"""Checks of pressure along the route: the least pressure head of the pressurised line, each
rated item's highest pressure against its rating, the surge screening of each event.
"""

from __future__ import annotations

from typing import Any

from calcreport.checks.criteria import _shown, _status, criterion
from calcreport.model.schema import Model
from calcreport.trace import Check


def _min_pressure(model: Model, route: dict[str, Any], case: str) -> Check:
    """The lowest pressure of the pressurised line: positive, and above the criterion."""
    h = route["min_pressure_head"]["value"]
    node = route["min_pressure_node"]
    limit, basis, ref, project = criterion(model, "min_pressure_head")
    if h <= route["vapour_head"]["value"]:
        status, message = "fail", f"{node} at vapour pressure: the liquid column separates"
    elif h < 0.0:
        status = "fail"
        message = (
            f"sub-atmospheric at {node} ({_shown(model, h, 'm', 'length')} gauge): air and "
            "groundwater drawn in, or a siphon the flow depends on"
        )
    else:
        status = _status(h >= limit, project)
        message = f"lowest at {node}" + (
            "" if h >= limit else f", below {_shown(model, limit, 'm', 'length')}"
        )
    return Check(
        id="min_pressure",
        title="Lowest pressure head in the discharge line",
        status=status,
        value=h,
        unit="m",
        limit=limit,
        comparison=">=",
        basis=basis,
        reference=ref,
        case=case,
        step=route["min_pressure_head"].get("from", ""),
        message=message,
        margin=h - limit,
    )


def _pressure_rating(model: Model, rc: dict[str, Any]) -> Check:
    """One rated item's highest pressure against its rating, at the point where they come
    closest; an operating pressure above it fails whether or not the pump is selected."""
    rating = rc["rating"]["value"]
    if "pressure" not in rc:
        return Check(
            id=f"pressure_rating.{rc['id']}",
            title=f"Highest pressure on {rc['item']} within its rating",
            status="review",
            value=None,
            unit="Pa",
            limit=rating,
            comparison="<=",
            basis="A rating is checked where the route gives the pipe's end elevations",
            reference="input",
            case="all",
            message=f"{rc['item']}: not checked, pipe {rc['pipe']} having no elevations; give "
            "its elevation_start and elevation_end",
        )
    p = rc["pressure"]["value"]
    within = p <= rating
    when = {
        "static": "with no flow and the pump at its highest curve head (top speed, highest "
        "source level)",
        "surge": f"during the screened surge (state {rc['case']})",
        "operating": f"in operation (state {rc['case']})",
    }[rc["basis"]]
    status = "fail" if not within else ("pass" if rc["shutoff_known"] else "review")
    # The value and the rating stand in the check's own columns.
    message = f"at {rc['node']}, {when}"
    if within and not rc["shutoff_known"]:
        message += "; confirm against the selected pump's shutoff head"
    return Check(
        id=f"pressure_rating.{rc['id']}",
        title=f"Highest pressure on {rc['item']} within its rating",
        status=status,
        value=p,
        unit="Pa",
        limit=rating,
        comparison="<=",
        basis="The highest pressure the item can see, over the pump's highest head against a "
        "closed line, every operating state and the screened surge, must not exceed its "
        "rating (gauge, at the design temperature); ratings and test pressures per the "
        "applicable piping code",
        reference="input",
        case=rc["case"],
        step=rc["pressure"].get("from", ""),
        message=message,
        margin=rating - p,
    )


def _surge(result: dict[str, Any]) -> Check:
    """The surge screening's verdict: a tripped screening asks for a transient analysis."""
    verdict = result["verdict"]
    source: dict[str, Any] = {}  # the result the value is
    if not result.get("screened", True):
        status, value, limit, comparison = "review", None, None, "screened"
    elif result["event"] == "valve_closure":
        source = result["line_period"]  # the closure time is an input
        value, limit = result["closure_time"]["value"], source["value"]
        # A slow closure passes when its estimated rise is set against a rating somewhere.
        comparison = ">"
        status = "pass" if value > limit and result.get("rise_checked") else "review"
    elif "min_transient_pressure_head" in result:
        source = result["min_transient_pressure_head"]
        value = source["value"]
        limit = result["vapour_head"]["value"]
        comparison = ">"
        status = "fail" if value <= limit else ("review" if value < 0.0 else "pass")
    else:
        source = result["head_rise"]
        status, value, limit, comparison = "review", source["value"], None, "known"
    unit = "s" if result["event"] == "valve_closure" and value is not None else "m"
    return Check(
        id=f"surge.{result['event']}",
        title="Surge screening (" + result["event"].replace("_", " ") + ")",
        status=status,
        value=value,
        unit=unit,
        limit=limit,
        comparison=comparison,
        basis="Joukowsky head change of the line's pipes in series with the Korteweg wave "
        "speed; a pump trip is screened on every pumped line; a screening that trips (column "
        "separation, sub-atmospheric downsurge, closure within 2L/a) requires a detailed "
        "transient analysis",
        reference="series_pipes_surge",
        case=result.get("case", "all"),
        step=source.get("from", ""),
        message=verdict,
    )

> **EXERCISE BRIEF**: All of the records above are to be repeated exactly.

> **ANSWER BOX**:
"""Checks of pressure along the route: the least pressure head of the pressurised line, each
rated item's highest pressure against its rating, the surge screening of each event.
"""

from __future__ import annotations

from typing import Any

from calcreport.checks.criteria import _shown, _status, criterion
from calcreport.model.schema import Model
from calcreport.trace import Check


def _min_pressure(model: Model, route: dict[str, Any], case: str) -> Check:
    """The lowest pressure of the pressurised line: positive, and above the criterion."""
    h = route["min_pressure_head"]["value"]
    node = route["min_pressure_node"]
    limit, basis, ref, project = criterion(model, "min_pressure_head")
    if h <= route["vapour_head"]["value"]:
        status, message = "fail", f"{node} at vapour pressure: the liquid column separates"
    elif h < 0.0:
        status = "fail"
        message = (
            f"sub-atmospheric at {node} ({_shown(model, h, 'm', 'length')} gauge): air and "
            "groundwater drawn in, or a siphon the flow depends on"
        )
    else:
        status = _status(h >= limit, project)
        message = f"lowest at {node}" + (
            "" if h >= limit else f", below {_shown(model, limit, 'm', 'length')}"
        )
    return Check(
        id="min_pressure",
        title="Lowest pressure head in the discharge line",
        status=status,
        value=h,
        unit="m",
        limit=limit,
        comparison=">=",
        basis=basis,
        reference=ref,
        case=case,
        step=route["min_pressure_head"].get("from", ""),
        message=message,
        margin=h - limit,
    )


def _pressure_rating(model: Model, rc: dict[str, Any]) -> Check:
    """One rated item's highest pressure against its rating, at the point where they come
    closest; an operating pressure above it fails whether or not the pump is selected."""
    rating = rc["rating"]["value"]
    if "pressure" not in rc:
        return Check(
            id=f"pressure_rating.{rc['id']}",
            title=f"Highest pressure on {rc['item']} within its rating",
            status="review",
            value=None,
            unit="Pa",
            limit=rating,
            comparison="<=",
            basis="A rating is checked where the route gives the pipe's end elevations",
            reference="input",
            case="all",
            message=f"{rc['item']}: not checked, pipe {rc['pipe']} having no elevations; give "
            "its elevation_start and elevation_end",
        )
    p = rc["pressure"]["value"]
    within = p <= rating
    when = {
        "static": "with no flow and the pump at its highest curve head (top speed, highest "
        "source level)",
        "surge": f"during the screened surge (state {rc['case']})",
        "operating": f"in operation (state {rc['case']})",
    }[rc["basis"]]
    status = "fail" if not within else ("pass" if rc["shutoff_known"] else "review")
    # The value and the rating stand in the check's own columns.
    message = f"at {rc['node']}, {when}"
    if within and not rc["shutoff_known"]:
        message += "; confirm against the selected pump's shutoff head"
    return Check(
        id=f"pressure_rating.{rc['id']}",
        title=f"Highest pressure on {rc['item']} within its rating",
        status=status,
        value=p,
        unit="Pa",
        limit=rating,
        comparison="<=",
        basis="The highest pressure the item can see, over the pump's highest head against a "
        "closed line, every operating state and the screened surge, must not exceed its "
        "rating (gauge, at the design temperature); ratings and test pressures per the "
        "applicable piping code",
        reference="input",
        case=rc["case"],
        step=rc["pressure"].get("from", ""),
        message=message,
        margin=rating - p,
    )


def _surge(result: dict[str, Any]) -> Check:
    """The surge screening's verdict: a tripped screening asks for a transient analysis."""
    verdict = result["verdict"]
    source: dict[str, Any] = {}  # the result the value is
    if not result.get("screened", True):
        status, value, limit, comparison = "review", None, None, "screened"
    elif result["event"] == "valve_closure":
        source = result["line_period"]  # the closure time is an input
        value, limit = result["closure_time"]["value"], source["value"]
        # A slow closure passes when its estimated rise is set against a rating somewhere.
        comparison = ">"
        status = "pass" if value > limit and result.get("rise_checked") else "review"
    elif "min_transient_pressure_head" in result:
        source = result["min_transient_pressure_head"]
        value = source["value"]
        limit = result["vapour_head"]["value"]
        comparison = ">"
        status = "fail" if value <= limit else ("review" if value < 0.0 else "pass")
    else:
        source = result["head_rise"]
        status, value, limit, comparison = "review", source["value"], None, "known"
    unit = "s" if result["event"] == "valve_closure" and value is not None else "m"
    return Check(
        id=f"surge.{result['event']}",
        title="Surge screening (" + result["event"].replace("_", " ") + ")",
        status=status,
        value=value,
        unit=unit,
        limit=limit,
        comparison=comparison,
        basis="Joukowsky head change of the line's pipes in series with the Korteweg wave "
        "speed; a pump trip is screened on every pumped line; a screening that trips (column "
        "separation, sub-atmospheric downsurge, closure within 2L/a) requires a detailed "
        "transient analysis",
        reference="series_pipes_surge",
        case=result.get("case", "all"),
        step=source.get("from", ""),
        message=verdict,
    )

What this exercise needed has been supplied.